Data excerpts:
--------
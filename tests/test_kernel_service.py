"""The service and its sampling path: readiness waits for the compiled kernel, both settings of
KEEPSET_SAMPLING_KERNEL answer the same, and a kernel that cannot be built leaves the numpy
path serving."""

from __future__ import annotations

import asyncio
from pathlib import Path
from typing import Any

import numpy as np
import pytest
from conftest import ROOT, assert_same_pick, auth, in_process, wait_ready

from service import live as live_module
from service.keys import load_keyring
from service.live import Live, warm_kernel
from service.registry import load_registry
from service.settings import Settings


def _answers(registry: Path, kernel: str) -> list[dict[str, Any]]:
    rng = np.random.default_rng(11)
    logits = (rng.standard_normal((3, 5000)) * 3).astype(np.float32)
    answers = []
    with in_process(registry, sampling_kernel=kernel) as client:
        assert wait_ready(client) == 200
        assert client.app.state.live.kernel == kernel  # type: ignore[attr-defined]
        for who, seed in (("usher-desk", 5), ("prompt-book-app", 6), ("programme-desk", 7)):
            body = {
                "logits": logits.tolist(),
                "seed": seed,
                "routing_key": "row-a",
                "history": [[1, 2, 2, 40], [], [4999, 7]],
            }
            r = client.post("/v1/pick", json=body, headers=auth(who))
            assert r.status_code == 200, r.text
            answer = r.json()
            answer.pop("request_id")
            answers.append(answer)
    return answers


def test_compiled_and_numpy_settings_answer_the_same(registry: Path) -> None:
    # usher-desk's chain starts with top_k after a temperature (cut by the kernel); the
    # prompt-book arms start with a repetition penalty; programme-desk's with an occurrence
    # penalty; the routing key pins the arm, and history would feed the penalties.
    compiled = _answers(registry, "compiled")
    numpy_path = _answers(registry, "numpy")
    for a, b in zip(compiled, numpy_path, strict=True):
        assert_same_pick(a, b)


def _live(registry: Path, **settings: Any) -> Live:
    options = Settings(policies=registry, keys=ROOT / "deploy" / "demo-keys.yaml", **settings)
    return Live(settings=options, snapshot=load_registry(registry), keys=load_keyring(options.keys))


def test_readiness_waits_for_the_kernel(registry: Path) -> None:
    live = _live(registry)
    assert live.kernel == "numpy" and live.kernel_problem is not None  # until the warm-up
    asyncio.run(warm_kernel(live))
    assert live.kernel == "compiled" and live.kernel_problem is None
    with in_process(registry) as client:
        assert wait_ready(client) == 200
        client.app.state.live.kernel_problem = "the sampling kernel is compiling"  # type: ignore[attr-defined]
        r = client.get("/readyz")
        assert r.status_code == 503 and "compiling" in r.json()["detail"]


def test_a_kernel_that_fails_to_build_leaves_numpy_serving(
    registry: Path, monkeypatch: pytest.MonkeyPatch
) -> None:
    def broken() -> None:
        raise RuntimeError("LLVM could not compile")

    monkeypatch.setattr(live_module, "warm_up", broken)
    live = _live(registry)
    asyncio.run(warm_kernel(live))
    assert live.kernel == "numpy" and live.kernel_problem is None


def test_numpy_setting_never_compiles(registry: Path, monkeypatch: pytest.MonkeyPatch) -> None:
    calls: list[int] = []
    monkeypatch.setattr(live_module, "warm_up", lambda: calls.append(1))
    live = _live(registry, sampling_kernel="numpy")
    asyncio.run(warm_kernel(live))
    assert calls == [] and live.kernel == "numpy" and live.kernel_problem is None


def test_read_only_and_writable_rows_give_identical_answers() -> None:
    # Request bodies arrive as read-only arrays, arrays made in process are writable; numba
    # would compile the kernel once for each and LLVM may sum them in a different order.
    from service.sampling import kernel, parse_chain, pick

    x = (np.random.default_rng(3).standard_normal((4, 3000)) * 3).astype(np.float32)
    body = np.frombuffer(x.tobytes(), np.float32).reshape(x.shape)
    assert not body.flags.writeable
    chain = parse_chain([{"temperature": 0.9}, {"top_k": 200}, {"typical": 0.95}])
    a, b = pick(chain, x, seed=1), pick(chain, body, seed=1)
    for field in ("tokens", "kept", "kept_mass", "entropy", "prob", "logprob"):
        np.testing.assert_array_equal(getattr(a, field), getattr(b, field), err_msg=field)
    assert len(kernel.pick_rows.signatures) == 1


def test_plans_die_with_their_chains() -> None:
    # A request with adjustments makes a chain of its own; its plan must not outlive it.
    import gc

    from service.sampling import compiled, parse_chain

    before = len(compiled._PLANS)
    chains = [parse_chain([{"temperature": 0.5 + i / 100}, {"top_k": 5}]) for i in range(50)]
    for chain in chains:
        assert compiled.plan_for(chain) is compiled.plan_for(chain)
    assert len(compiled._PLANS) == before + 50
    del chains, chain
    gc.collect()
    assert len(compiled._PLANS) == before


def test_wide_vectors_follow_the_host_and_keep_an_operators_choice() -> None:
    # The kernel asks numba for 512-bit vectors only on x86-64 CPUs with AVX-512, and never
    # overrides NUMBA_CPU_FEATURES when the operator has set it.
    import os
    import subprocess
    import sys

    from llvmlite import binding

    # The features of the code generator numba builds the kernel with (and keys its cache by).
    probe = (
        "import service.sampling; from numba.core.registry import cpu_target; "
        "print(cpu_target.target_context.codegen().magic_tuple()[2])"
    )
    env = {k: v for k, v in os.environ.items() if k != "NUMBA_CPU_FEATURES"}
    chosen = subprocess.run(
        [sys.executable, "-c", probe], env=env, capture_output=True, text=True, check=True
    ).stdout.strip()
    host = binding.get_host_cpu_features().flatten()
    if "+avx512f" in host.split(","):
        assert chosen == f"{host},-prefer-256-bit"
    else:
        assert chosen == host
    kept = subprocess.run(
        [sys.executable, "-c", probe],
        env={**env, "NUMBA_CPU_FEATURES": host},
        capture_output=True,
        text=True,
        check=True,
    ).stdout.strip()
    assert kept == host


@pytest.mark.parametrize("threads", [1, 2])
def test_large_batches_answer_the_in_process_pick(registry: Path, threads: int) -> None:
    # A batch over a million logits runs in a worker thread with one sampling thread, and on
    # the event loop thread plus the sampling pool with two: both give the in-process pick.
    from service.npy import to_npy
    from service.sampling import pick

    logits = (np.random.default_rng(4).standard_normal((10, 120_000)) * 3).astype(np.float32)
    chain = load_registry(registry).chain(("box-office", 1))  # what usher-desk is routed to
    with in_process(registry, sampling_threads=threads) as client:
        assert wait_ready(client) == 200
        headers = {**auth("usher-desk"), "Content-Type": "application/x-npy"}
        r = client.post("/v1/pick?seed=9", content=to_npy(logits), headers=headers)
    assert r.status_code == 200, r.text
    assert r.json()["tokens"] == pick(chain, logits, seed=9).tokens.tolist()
--------
## Task instructions:
Looking at the data above, give the number of lines that include "threads"; add nothing else.

## Result of this exercise:
3